=== Section Start ===

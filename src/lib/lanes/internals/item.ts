import type { GHzPair, LaneItem, Severity, SpurFamily } from "../types";

type Mutable<T> = { -readonly [K in keyof T]: T[K] };

/** What an item is made from: the required fields, any optional ones, and its facts as a function. */
export type ItemInput = Omit<Partial<Mutable<LaneItem>>, "facts"> &
  Pick<LaneItem, "id" | "lane" | "kind" | "row" | "lo" | "hi" | "label"> & { facts?: () => [string, string][] };

/**
 * One item. Its facts (formatted numbers) are only worked out when first
 * read — tooltips, details and the table read a few items, while a live
 * re-check rebuilds thousands of them on every frame. A class keeps every
 * item on one object shape.
 */
class Item implements LaneItem {
  readonly id: string;
  readonly lane: string;
  readonly kind: LaneItem["kind"];
  readonly row: number;
  readonly lo: number;
  readonly hi: number;
  readonly chain: string | null;
  readonly channel: string | null;
  readonly label: string;
  readonly link: string | null;
  readonly family: SpurFamily | null;
  readonly order: number | null;
  readonly codes: readonly string[];
  readonly severity: Severity | null;
  #facts: (() => [string, string][]) | undefined;
  #cached: [string, string][] | null = null;
  constructor(p: ItemInput) {
    this.id = p.id;
    this.lane = p.lane;
    this.kind = p.kind;
    this.row = p.row;
    this.lo = p.lo;
    this.hi = p.hi;
    this.chain = p.chain ?? null;
    this.channel = p.channel ?? null;
    this.label = p.label;
    this.link = p.link ?? null;
    this.family = p.family ?? null;
    this.order = p.order ?? null;
    this.codes = p.codes ?? [];
    this.severity = p.severity ?? null;
    this.#facts = p.facts;
  }
  get facts(): readonly (readonly [string, string])[] {
    this.#cached ??= this.#facts ? this.#facts() : [];
    return this.#cached;
  }
}

/** A lane item with lazily formatted facts. */
export function item(p: ItemInput): LaneItem {
  return new Item(p);
}

/** `[a, b]` in increasing order. */
export const sorted = (a: number, b: number): GHzPair => (a <= b ? [a, b] : [b, a]);
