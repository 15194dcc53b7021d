import { REVIEW_OUTCOME_WORDS, REVIEW_STATE_WORDS } from "./internals/review-words";
import type { ReviewState } from "./types";

/**
 * The label of a review state ("Returned", never the stored code
 * `changes-requested`), or of a review's outcome with `{ outcome: true }`
 * ("returned for rework", "withdrawn by an edit"). An unknown code is shown
 * as it is, so nothing stored is ever hidden.
 */
export function reviewStateLabel(code: ReviewState | string, opts: { outcome?: boolean } = {}): string {
  if (opts.outcome) return REVIEW_OUTCOME_WORDS[code] ?? code;
  return (REVIEW_STATE_WORDS as Record<string, string>)[code] ?? code;
}
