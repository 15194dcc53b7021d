import type { UnresolvedMention } from "./resolve-mentions";

/** The field error for unresolved mentions, naming each one ("no team member is called @erin; …"), or null. */
export function unresolvedMentionsMessage(unresolved: readonly UnresolvedMention[]): string | null {
  if (unresolved.length === 0) return null;
  return unresolved
    .map((u) =>
      u.candidates.length > 1
        ? `${u.written} fits ${u.candidates.join(" and ")}: write the full name or the e-mail address`
        : `no team member is called ${u.written}`,
    )
    .join("; ");
}
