import type { Lane, LaneItem, LanePlanInput } from "../types";
import { ghz, ghzRange, mhz } from "./format";
import { item, sorted } from "./item";
import type { LaneIndex } from "./lane-index";
import { OPTICAL_ROWS } from "./rows";
import { uniqueCodes, worstSeverity } from "./severity";

type Chain = LanePlanInput["chains"][number];

/** The optical-offset lane of a chain (mirrored for a lower-sideband chain). */
export function opticalLane(chain: Chain): Lane {
  const s: 1 | -1 = chain.sideband === "upper" ? 1 : -1;
  return {
    id: `optical:${chain.id}`,
    kind: "optical",
    chain: chain.id,
    title: `Optical offset · chain ${chain.id}${s < 0 ? " (lower sideband, drawn mirrored)" : ""}`,
    rows: 4,
    axis: "ghz",
    mirror: s,
  };
}

/**
 * The optical-offset lane's own items of a chain (its wanted sidebands
 * come with the channels): the laser pair's reach, the feasibility map
 * (feasible and blocked intervals), the carrier, the lock sidebands ±m·fm
 * and the LO with its drift. Offsets are drawn at `s·x`.
 */
export function opticalItems(chain: Chain, index: LaneIndex, items: LaneItem[]): void {
  const s: 1 | -1 = chain.sideband === "upper" ? 1 : -1;
  const laser = index.laserOf.get(chain.laser);
  const cr = index.chainResult.get(chain.id);
  const oLane = `optical:${chain.id}`;
  const chainFindings = index.findingsByChain.get(chain.id) ?? [];
  const disp = (x0: number, x1: number) => sorted(s * x0, s * x1);
  const D = (laser?.driftMHz ?? 0) / 1000;

  laser?.reach.forEach((rg, k) => {
    const [lo, hi] = disp(rg.minGHz, rg.maxGHz);
    items.push(
      item({
        id: `${oLane}:reach:${k}`,
        lane: oLane,
        kind: "reach",
        row: OPTICAL_ROWS.reach,
        lo,
        hi,
        chain: chain.id,
        label: `reach of laser pair ${laser.id}`,
        facts: () => [["offsets", ghzRange(rg.minGHz, rg.maxGHz)]],
      }),
    );
  });
  cr?.feasibleGHz.forEach(([a, b], k) => {
    const [lo, hi] = disp(a, b);
    items.push(
      item({
        id: `${oLane}:feasible:${k}`,
        lane: oLane,
        kind: "feasible",
        row: OPTICAL_ROWS.map,
        lo,
        hi,
        chain: chain.id,
        label: `feasible LO offsets`,
        facts: () => [
          ["offsets", ghzRange(a, b)],
          ["width", mhz(b - a)],
        ],
      }),
    );
  });
  cr?.excludedGHz.forEach((ex, k) => {
    const [lo, hi] = disp(ex.bandGHz[0], ex.bandGHz[1]);
    items.push(
      item({
        id: `${oLane}:blocked:${k}`,
        lane: oLane,
        kind: "blocked",
        row: OPTICAL_ROWS.map,
        lo,
        hi,
        chain: chain.id,
        label: `blocked LO offsets (${ex.codes.join(", ")})`,
        codes: ex.codes,
        severity: "error",
        facts: () => [
          ["offsets", ghzRange(ex.bandGHz[0], ex.bandGHz[1])],
          ["width", mhz(ex.bandGHz[1] - ex.bandGHz[0])],
          ["blocked by", ex.codes.join(", ")],
        ],
      }),
    );
  });
  items.push(
    item({
      id: `${oLane}:carrier`,
      lane: oLane,
      kind: "carrier",
      row: OPTICAL_ROWS.signal,
      lo: 0,
      hi: 0,
      chain: chain.id,
      label: `carrier (laser 1) of chain ${chain.id}`,
      facts: () => [
        ["carrier", laser ? `${ghz(laser.carrierTHz, 6)} THz` : "—"],
        ["offset", "0 GHz"],
      ],
    }),
  );
  if (laser) {
    const fm = laser.lock.modulationMHz / 1000;
    for (let m = 1; m <= laser.lock.orders; m++) {
      for (const sign of [-1, 1] as const) {
        const x = sign * m * fm;
        items.push(
          item({
            id: `${oLane}:lock:${sign > 0 ? "+" : "-"}${m}`,
            lane: oLane,
            kind: "lock-sideband",
            row: OPTICAL_ROWS.signal,
            lo: s * x,
            hi: s * x,
            chain: chain.id,
            order: m,
            label: `lock sideband ${sign > 0 ? "+" : "−"}${m}·fm`,
            facts: () => [
              ["offset", `${ghz(x)} GHz`],
              ["fm", mhz(fm)],
              ["order", String(m)],
            ],
          }),
        );
      }
    }
  }
  const L = chain.loOffsetGHz;
  const blockedHere = cr?.excludedGHz.filter((e) => L >= e.bandGHz[0] && L <= e.bandGHz[1]) ?? [];
  const loFindings = chainFindings.filter((f) => f.code === "lo-uncovered" || f.code === "lo-off-step");
  const loCodes = uniqueCodes([...loFindings, ...blockedHere.flatMap((e) => e.codes.map((code) => ({ code })))]);
  const feasibleHere = cr?.feasibleGHz.some(([a, b]) => L >= a && L <= b) ?? false;
  items.push(
    item({
      id: `${oLane}:lo`,
      lane: oLane,
      kind: "lo",
      row: OPTICAL_ROWS.lo,
      lo: s * L,
      hi: s * L,
      chain: chain.id,
      label: `LO (laser 2) of chain ${chain.id}`,
      codes: loCodes,
      severity: blockedHere.length > 0 ? "error" : worstSeverity(loFindings),
      facts: () => [
        ["LO offset", `${ghz(L)} GHz`],
        ["drift", `± ${mhz(D)}`],
        [
          "feasibility map",
          feasibleHere
            ? "inside a feasible interval"
            : blockedHere.length
              ? `blocked by ${loCodes.join(", ")}`
              : "outside the feasible set",
        ],
        ["place", cr?.placeGHz == null ? `none (${cr?.placeReason ?? "no result"})` : `${ghz(cr.placeGHz)} GHz`],
      ],
    }),
  );
}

=== Section End ===

_Assignment:_
Count, in the listing above, every line that includes "feasibleGHz". The number is the whole answer.

_Task response:_
2